‘Too bad. Pay your fine’: Judge rejects man’s fight over incorrect traffic ticket
Ticketed driver files an appeal but never receives his hearing notice. Court officials say, ‘Too bad. Pay your fine.’
ATLANTA, Ga. (Atlanta News First) - Eli Zandman was confident he had parked his car legally in West Midtown. He was on Brady Avenue near the intersection of Howell Mill Road.
There’s enough room for three cars, but when Zandman returned to his car, he was greeted with a $75 citation. ATLPlus, the private company the city of Atlanta uses to write tickets, determined Zandman was in a no-parking zone.
But was he?
“To me, the signage as it sits seems to apply to the area in front and not to the (parking space) behind,” he said.
Zandman is talking about a lone “No Parking” sign more than 50 feet away. The sign doesn’t have the pointing red arrow that many other no-parking signs have. It is located in front of a striped no-parking area.
Zandman decided the ticket was worth the fight. He appealed on the ATLPlus website and waited for his court date notification. But he never got it. When Zandman missed his court date, he went to the courthouse and requested a copy of the notice. That’s when he discovered the notice went to the wrong address. Instead of apartment number 33, the notice was mailed to apartment number three.
Zandman tried speaking with courthouse staff, ATLPlus staff and the solicitor’s office but said the only option they gave him was to pay the fine, which had doubled to $150.

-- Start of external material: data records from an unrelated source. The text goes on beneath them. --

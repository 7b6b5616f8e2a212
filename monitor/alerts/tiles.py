"""The pair rules of a replay cut into tiles of instruments, each computed on its own.

Pure: numpy arrays and rules in, sparse conditions out. A tile is block I x block J of the
instruments (I = J on the diagonal); :func:`tile_conditions` receives only the returns of
its two blocks, computes the measures and the conditions of every pair rule for its pairs,
and returns, per rule and day, only the targets the alert book touches: those active in the
book at the start (a streak or an open alert) and those that breached on that day or
before. Every other target never enters the book's step (it looks only at active and
breaching targets), so :class:`SparseConditions` rebuilt in the main process gives the book
exactly the events of a replay in one process. ``monitor.pipeline.distributed`` sends
the tiles to Dask workers.

Only rules whose condition for a pair reads that pair alone are cut (:func:`tileable`):
``level``, ``jump``, ``sign`` and ``shift`` without a false-discovery-rate correction (which
ranks the day's pairs together) on pairs. Group averages, stale, CUSUM and hedge rules and
``shift`` with ``fdr`` run in the main process as before.
"""

from __future__ import annotations

import dataclasses
import datetime as dt
from collections.abc import Sequence
from dataclasses import dataclass

import numpy as np
import numpy.typing as npt

from monitor.alerts.replay import Plan, day_inputs, make_plan
from monitor.rules import Condition, Rule
from monitor.rules.targets import PairTargets

IntArray = npt.NDArray[np.int64]
FloatArray = npt.NDArray[np.float64]

TILE_KINDS = frozenset({"level", "jump", "sign", "shift"})
"""Rule kinds whose condition for a pair depends on that pair's returns only."""

FIELDS = ("value", "level", "excess", "z", "reference", "low", "high", "n")
"""The float figures of a condition the alert book reads at its rows."""


def tileable(rule: Rule) -> bool:
    """Whether `rule` can be computed tile by tile (see the module notes)."""
    return (rule.kind in TILE_KINDS and isinstance(rule.targets, PairTargets)
            and getattr(rule, "fdr", "none") == "none")


@dataclass(frozen=True)
class TileRule:
    """One rule restricted to the pairs of one tile: the rule with its targets renumbered
    to the tile's columns, and where those targets sit among the rule's own."""

    rule: Rule
    positions: IntArray
    watched: npt.NDArray[np.bool_]


@dataclass(frozen=True)
class Tile:
    """The work of one tile: instrument columns of blocks I and J and its rules."""

    rows: IntArray
    cols: IntArray
    rules: tuple[TileRule, ...]

    @property
    def columns(self) -> IntArray:
        """The instruments the tile reads, sorted (I then J, without repeats)."""
        return np.union1d(self.rows, self.cols)


@dataclass(frozen=True)
class TileResult:
    """Per rule, the sparse conditions of one tile: ``offsets[d] .. offsets[d+1]`` are the
    entries of day ``from_t + d``; ``index`` their target positions in the rule."""

    rule: str
    offsets: IntArray
    index: IntArray
    breach: npt.NDArray[np.bool_]
    clear: npt.NDArray[np.bool_]
    known: npt.NDArray[np.bool_]
    figures: dict[str, FloatArray]


def cut(rules: Sequence[Rule], n_symbols: int, tile_size: int,
        active: dict[str, IntArray]) -> list[Tile]:
    """The tiles of the tileable `rules` (blocks of `tile_size` instruments, upper triangle
    of blocks); `active` gives each rule's targets active in the alert book."""
    blocks = list(range(0, n_symbols, tile_size))
    tiles = []
    for a, start_a in enumerate(blocks):
        for start_b in blocks[a:]:
            rows = np.arange(start_a, min(start_a + tile_size, n_symbols), dtype=np.int64)
            cols = np.arange(start_b, min(start_b + tile_size, n_symbols), dtype=np.int64)
            columns = np.union1d(rows, cols)
            tile_rules = []
            for rule in rules:
                targets = rule.targets
                assert isinstance(targets, PairTargets)
                low, high = targets.pairs[:, 0], targets.pairs[:, 1]
                inside = ((low // tile_size == start_a // tile_size)
                          & (high // tile_size == start_b // tile_size))
                positions = np.flatnonzero(inside).astype(np.int64)
                if positions.size == 0:
                    continue
                local = np.searchsorted(columns, targets.pairs[positions])
                labels = [targets.labels[k] for k in positions.tolist()]
                sub = dataclasses.replace(
                    rule, targets=PairTargets(labels=labels, pairs=local.astype(np.int64)))
                watched = np.isin(positions, active.get(rule.name, np.empty(0, np.int64)))
                tile_rules.append(TileRule(sub, positions, watched))
            if tile_rules:
                tiles.append(Tile(rows, cols, tuple(tile_rules)))
    return tiles


def tile_conditions(
    block_a: np.ndarray,
    block_b: np.ndarray,
    tile: Tile,
    dates: Sequence[dt.date],
    *,
    from_t: int,
    stop_t: int,
    level: float,
) -> list[TileResult]:
    """The sparse conditions of `tile` on rows ``from_t .. stop_t-1``.

    `block_a` and `block_b` are the returns (T, |I|) and (T, |J|) of the tile's two blocks
    (the same array on the diagonal).
    """
    columns = tile.columns
    returns = np.empty((block_a.shape[0], columns.size))
    returns[:, np.searchsorted(columns, tile.rows)] = block_a
    returns[:, np.searchsorted(columns, tile.cols)] = block_b
    plan: Plan = make_plan([r.rule for r in tile.rules], [str(c) for c in columns.tolist()],
                           level=level)
    seen = [r.watched.copy() for r in tile.rules]
    parts: list[list[tuple[IntArray, Condition]]] = [[] for _ in tile.rules]
    for _, inputs in day_inputs(returns, dates, plan, from_t=from_t, stop_t=stop_t):
        assert inputs is not None
        for k, tile_rule in enumerate(tile.rules):
            condition = tile_rule.rule.evaluate(inputs)
            seen[k] |= condition.breach
            parts[k].append((np.flatnonzero(seen[k]), condition))
    results = []
    for tile_rule, days in zip(tile.rules, parts, strict=True):
        sizes = [index.size for index, _ in days]
        offsets = np.concatenate([[0], np.cumsum(sizes)]).astype(np.int64)
        local = np.concatenate([index for index, _ in days]) if days else np.empty(0, np.int64)

        def gather(name: str, days: list[tuple[IntArray, Condition]] = days) -> np.ndarray:
            if not days:
                return np.empty(0)
            return np.concatenate([np.asarray(getattr(c, name))[i] for i, c in days])

        results.append(TileResult(
            rule=tile_rule.rule.name, offsets=offsets,
            index=tile_rule.positions[local.astype(np.int64)],
            breach=gather("breach").astype(bool), clear=gather("clear").astype(bool),
            known=gather("known").astype(bool),
            figures={name: gather(name).astype(np.float64) for name in FIELDS},
        ))
    return results


@dataclass
class _Band:
    """A condition's source rebuilt from the tiles: the value, band, count and stale mask
    the tiles sent (what :class:`Condition` reads for ``low``, ``high`` and ``n``)."""

    value: FloatArray
    low: FloatArray
    high: FloatArray
    n: FloatArray
    stale: npt.NDArray[np.bool_]


class SparseConditions:
    """The conditions of the tiled rules, put together from the tiles' results, day by day.

    Targets absent from every tile on a day get breach, clear and known False and NaN
    figures: the book never looks at them (they are neither active nor breaching).
    """

    def __init__(self, plan: Plan, from_t: int) -> None:
        self._from_t = from_t
        self._parts: dict[str, list[TileResult]] = {}
        self._sizes = {rule.name: len(rule.targets) for rule in plan.rules}

    def add(self, results: Sequence[TileResult]) -> None:
        for result in results:
            self._parts.setdefault(result.rule, []).append(result)

    def __call__(self, rule: Rule, t: int) -> Condition:
        size = self._sizes[rule.name]
        d = t - self._from_t
        breach = np.zeros(size, dtype=bool)
        clear = np.zeros(size, dtype=bool)
        known = np.zeros(size, dtype=bool)
        figures = {name: np.full(size, np.nan) for name in FIELDS}
        for part in self._parts.get(rule.name, ()):
            a, b = int(part.offsets[d]), int(part.offsets[d + 1])
            index = part.index[a:b]
            breach[index] = part.breach[a:b]
            clear[index] = part.clear[a:b]
            known[index] = part.known[a:b]
            for name in FIELDS:
                figures[name][index] = part.figures[name][a:b]
        return Condition(
            breach=breach, clear=clear, known=known, value=figures["value"],
            level=figures["level"], excess=figures["excess"], z=figures["z"],
            reference=figures["reference"],
            source=_Band(figures["value"], figures["low"], figures["high"], figures["n"],
                         np.zeros(size, dtype=bool)),
        )
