"""The alert lifecycle: a vectorised state machine from daily conditions to alert events.

For every rule the :class:`AlertBook` keeps, per target (P_rule,), a breach streak, whether
an alert is open, when it opened and first breached, its peak and its last reminder. Each
business day :meth:`AlertBook.step` takes the rule's :class:`~monitor.rules.Condition` and
emits events only where something happens:

``opened``
    the streak of consecutive breach days reaches the rule's ``hold``; the alert's opened
    date is that day and it also records the streak's first breach date.
``continuing``
    a reminder, every ``remind_every`` evaluated days after the opening (or the previous
    reminder) while the alert is open and not acknowledged; an alert that opened while
    muted is reminded on the first day it is neither muted nor acknowledged. There is no
    daily ``continuing`` event: the book keeps the peak and last values instead.
``cleared``
    the condition's ``clear`` holds while the alert is open. A later breach starts a new
    streak and, at ``hold``, a new alert with a new opened date.

Days without a value (``known`` False) change nothing: an open alert stays open and a
streak neither grows nor breaks. "Days" are evaluated business days, i.e. calls to
``step`` for that rule. Muted targets are recorded like any other, their events carry
``announce = False``. Acknowledgement stops reminders without closing the alert.
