/** The JSON printed by `sweep`. */
export interface SweepJson extends ChoiceResult {
  file: string;
  resonance: ResonanceJson;
  reference: { file: string | null; resonance: ResonanceJson | null; width0_Hz: number; width0Sd_Hz: number; amplitude0: number; amplitude0Sd: number } | null;
  gap_m: number | null;
  gapCold_m: number | null;
  gapColdSd_m: number | null;
  mode: number | null;
  modeReason: string;
  speed_m_s: number | null;
  speedSd_m_s: number | null;
  temperature_K: number | null;
  temperatureFrom: 'temperature' | 'pressure' | 'chosen candidate' | null;
  lineDensity_m2: number | null;
  lineDensitySd_m2: number | null;
  lineDensitySdMeasurement_m2: number | null;
  lineDensitySdReference_m2: number | null;
  lineDensityFromWidth_m2: number | null;
  lineDensityFromWidthSd_m2: number | null;
  mutualFrictionB: number | null;
  geometry: TangleGeometry;
  geometrySource: string;
}
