import { mkdirSync } from 'node:fs';
import { expect, type Page, test } from '@playwright/test';
import { guardEveryPage } from './page-guard';

const ARTIFACTS = 'test-results/artifacts';
const CHART_IDS = ['speeds', 'fractions', 'thermometry'] as const;

/** x of the chosen-temperature line as Plotly holds it on the drawn chart. */
function markerX(page: Page, chartId: string): Promise<number | null> {
  return page.evaluate((id) => {
    const plot = document.querySelector(`[data-chart="${id}"]`) as
      | (HTMLElement & { layout?: { shapes?: { name?: string; x0?: number }[] } })
      | null;
    const shape = plot?.layout?.shapes?.find((s) => s.name === 'chosen-temperature');
    return typeof shape?.x0 === 'number' ? shape.x0 : null;
  }, chartId);
}

/** Left edge, in page pixels, of the marker line Plotly drew for a chart. */
function markerPixel(page: Page, chartId: string): Promise<number | null> {
  return page.evaluate((id) => {
    const plot = document.querySelector(`[data-chart="${id}"]`);
    const paths = plot ? [...plot.querySelectorAll<SVGPathElement>('.shapelayer path, .layer-above .shapelayer path')] : [];
    // Plotly draws shapes in layout order; the chosen-temperature line is the last one.
    const line = paths.at(-1);
    return line ? line.getBoundingClientRect().left : null;
  }, chartId);
}

function u2Cell(page: Page) {
  return page.getByRole('row').filter({ has: page.getByRole('rowheader', { name: 'Second sound u₂', exact: true }) }).getByRole('cell').first();
}

async function waitForCharts(page: Page) {
  for (const id of CHART_IDS) await expect(page.locator(`[data-chart="${id}"]`)).toHaveAttribute('data-drawn', 'true');
}

test.describe('property explorer', () => {
  guardEveryPage();

  test('a user changes the temperature; table and chart markers follow', async ({ page }) => {
    await page.goto('/');
    await expect(page.getByRole('heading', { level: 1, name: 'Sekundo' })).toBeVisible();
    await waitForCharts(page);
    await expect(u2Cell(page)).toHaveText('19.90');
    for (const id of CHART_IDS) expect(await markerX(page, id)).toBe(1.8);
    const pixelBefore = await markerPixel(page, 'speeds');

    // Typed in millikelvin.
    const field = page.getByRole('textbox', { name: /temperature/i });
    await field.fill('1200 mK');
    await field.press('Enter');
    await expect(page.getByRole('status', { name: 'Temperature in effect' })).toContainText('1.2000 K');
    await expect(u2Cell(page)).toHaveText('18.51');
    await expect.poll(() => markerX(page, 'speeds')).toBeCloseTo(1.2, 10);
    await expect.poll(() => markerX(page, 'thermometry')).toBeCloseTo(1.2, 10);
    const pixelAfter = await markerPixel(page, 'speeds');
    expect(pixelBefore).not.toBeNull();
    expect(pixelAfter).not.toBeNull();
    expect(pixelAfter ?? 0).toBeLessThan((pixelBefore ?? 0) - 20);

    // A bad entry keeps the last good temperature.
    await field.fill('5 K');
    await field.press('Enter');
    await expect(page.getByRole('alert')).toContainText('Temperature must be 0.3–4.24 K; “5 K” is outside.');
    await expect(u2Cell(page)).toHaveText('18.51');

    // The slider, by keyboard: 10 mK per arrow key.
    const slider = page.getByRole('slider', { name: /sweep the temperature/i });
    await slider.fill('1.6');
    await expect(page.getByRole('status', { name: 'Temperature in effect' })).toContainText('1.6000 K');
    await slider.press('ArrowRight');
    await slider.press('ArrowRight');
    await expect(page.getByRole('status', { name: 'Temperature in effect' })).toContainText('1.6200 K');
    await expect.poll(() => markerX(page, 'fractions')).toBeCloseTo(1.62, 10);
    await expect(page.getByRole('alert')).toHaveCount(0);

    // Above Tλ the table explains the absence of second sound.
    await slider.fill('3');
    await expect(u2Cell(page)).toContainText('No second sound');
    await expect(page.locator('body')).not.toContainText('NaN');

    // Back to a typical working point for the kept screenshot.
    await field.fill('1.8 K');
    await field.press('Enter');
    await expect.poll(() => markerX(page, 'speeds')).toBe(1.8);
    await page.mouse.move(0, 0);
    mkdirSync(ARTIFACTS, { recursive: true });
    await page.screenshot({ path: `${ARTIFACTS}/explorer.png` });
  });

  test('the page reads well at 1600×1000 and shows its cautions', async ({ page }) => {
    await page.setViewportSize({ width: 1600, height: 1000 });
    await page.goto('/');
    await waitForCharts(page);
    await expect(page.getByRole('heading', { name: 'About and cautions' })).toBeAttached();
    await expect(page.getByText(/planning aid, not a safety system/).first()).toBeAttached();
    mkdirSync(ARTIFACTS, { recursive: true });
    await page.screenshot({ path: `${ARTIFACTS}/explorer-1600x1000.png` });
    await page.screenshot({ path: `${ARTIFACTS}/explorer-full-page.png`, fullPage: true });
  });

  test('keyboard users see where focus is', async ({ page }) => {
    await page.goto('/');
    await page.keyboard.press('Tab');
    const skip = page.getByRole('link', { name: 'Skip to the content' });
    await expect(skip).toBeFocused();
    const outline = await skip.evaluate((element) => getComputedStyle(element).outlineStyle);
    expect(outline).not.toBe('none');
  });
});
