import { mkdirSync, readFileSync } from 'node:fs';
import { expect, type Page, test } from '@playwright/test';
import { guardEveryPage } from './page-guard';

const ARTIFACTS = 'test-results/artifacts';
const CHART = '[data-chart="planner-rehearsal-records"]';

async function openRehearsal(page: Page) {
  await page.goto('/');
  await page.getByRole('tab', { name: 'Plan a measurement' }).click();
  await expect(page.getByText('Demo plan (invented setup)')).toBeVisible();
  const region = page.getByRole('region', { name: 'Rehearse the measurement' });
  await region.scrollIntoViewIfNeeded();
  return region;
}

test.describe('planner: rehearse the measurement', () => {
  guardEveryPage();

  test('runs the rehearsal in a worker, shows the table and the records, and downloads a record the trace reader takes', async ({ page }) => {
    const region = await openRehearsal(page);
    await region.getByRole('combobox', { name: /Picker/ }).selectOption('fraction');
    await region.getByRole('textbox', { name: 'Trials', exact: true }).fill('40');
    await region.getByRole('button', { name: 'Run the rehearsal' }).click();
    await expect(region.getByText(/Done: 40 records per sensor/)).toBeVisible({ timeout: 60_000 });
    const table = region.getByRole('table', { name: /Rehearsed timing and temperature per sensor/ });
    for (const id of ['b10', 'b25', 'b35x', 'b50']) await expect(table.getByRole('rowheader', { name: new RegExp(`^${id}`) })).toBeVisible();
    await expect(page.locator(CHART)).toHaveAttribute('data-drawn', 'true');
    const traces = await page.evaluate((selector) => {
      const plot = document.querySelector(selector) as (HTMLElement & { data?: { name: string }[] }) | null;
      return (plot?.data ?? []).map((t) => t.name);
    }, CHART);
    expect(traces).toEqual(expect.arrayContaining(['Trial 1', 'Trial 2', 'Trial 3', 'True arrival']));
    mkdirSync(ARTIFACTS, { recursive: true });
    await region.screenshot({ path: `${ARTIFACTS}/rehearse-1280.png` });

    const [download] = await Promise.all([page.waitForEvent('download'), region.getByRole('button', { name: 'Download trial 1' }).click()]);
    expect(download.suggestedFilename()).toBe('rehearsal-trial-001.csv');
    const text = readFileSync((await download.path()) as string, 'utf8');
    const lines = text.split('\n');
    expect(lines.find((l) => l.startsWith('time_s'))).toBe('time_s,heater,b10,b25,b35x,b50');
    // 20 ms at 10 MS/s: 200 000 rows after the header.
    expect(lines.filter((l) => /^-?\d/.test(l)).length).toBe(200_000);
  });

  test('shows progress and stops on Cancel, keeping nothing of the run', async ({ page }) => {
    const region = await openRehearsal(page);
    await region.getByRole('textbox', { name: 'Trials', exact: true }).fill('5000');
    await region.getByRole('button', { name: 'Run the rehearsal' }).click();
    await expect(region.getByRole('progressbar', { name: 'Rehearsal progress' })).toBeVisible();
    await expect(region.getByText(/Trial \d+ of 5000/)).toBeVisible();
    await region.getByRole('button', { name: 'Cancel' }).click();
    await expect(region.getByText(/Cancelled; nothing from that run is shown/)).toBeVisible();
    await expect(region.getByRole('table')).toHaveCount(0);
    // A new run after a cancel starts a fresh worker and finishes.
    await region.getByRole('textbox', { name: 'Trials', exact: true }).fill('3');
    await region.getByRole('button', { name: 'Run the rehearsal' }).click();
    await expect(region.getByText(/Done: 3 records per sensor/)).toBeVisible({ timeout: 60_000 });
  });
});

When Zandman asked Atlanta News First consumer investigator Better Call Harry for help, Harry decided he’d better call a lawyer.
Larry Kohn is a defense attorney who said you don’t need a lawyer to reopen a parking ticket. He demonstrated how to write a motion. Zandman submitted a motion, which was approved by the court.
On his hearing date, Zandman reported to his assigned courtroom, but found his case had been reassigned to a nearly empty courtroom. Chief Judge Christopher Portis heard the motion to re-open the ticket. Court Administrator Rashida Davis, who was aware of Atlanta News First’s investigation, was also present.
Only seconds into Zandman’s presentation, Portis asked why he should reopen the case. Zandman tried to explain, but not before the judge interrupted again. “Tell me why I should reopen the case first.”
Zandman made his argument, but Portis was prepared for the hearing. He referred to an outstanding ticket issued to Zandman two years ago that also had the wrong address.
“How do I reconcile the fact that you have a case from last year and it doesn’t have a number at all?” Portis asked.
Using the discrepancy from the prior ticket, Portis suggested Zandman made the error, even though Davis said that all mailing addresses are provided by ATLPlus, which gets the information from the car’s registration.
“I’m going to deny your motion to reopen,” Portis said. The hearing ended with a bailiff escorting Zandman and the Atlanta News First crew to the elevator.
Zandman paid the fine but said, “Honestly, it just feels like the decision was made before we got in there.”
Days later, Better Call Harry emailed Mayor Andre Dickens’ media liaison to provide an update on the story and request clarification on the signage.
A Google Maps Street View image of the no-parking sign also told a different story. The image, taken three months before Zandman received his ticket, showed the same no-parking sign on the same utility pole. But it also showed three additional signs that have since been inexplicably removed.
The first missing sign shows a red arrow pointing away from the parking spaces toward the intersection. Below the red arrow were two green signs indicating parking was legal, evidence showing Zandman had parked legally after all.
Better Call Harry emailed the new information to the court administrator. At the time of this article publishing, she had not responded.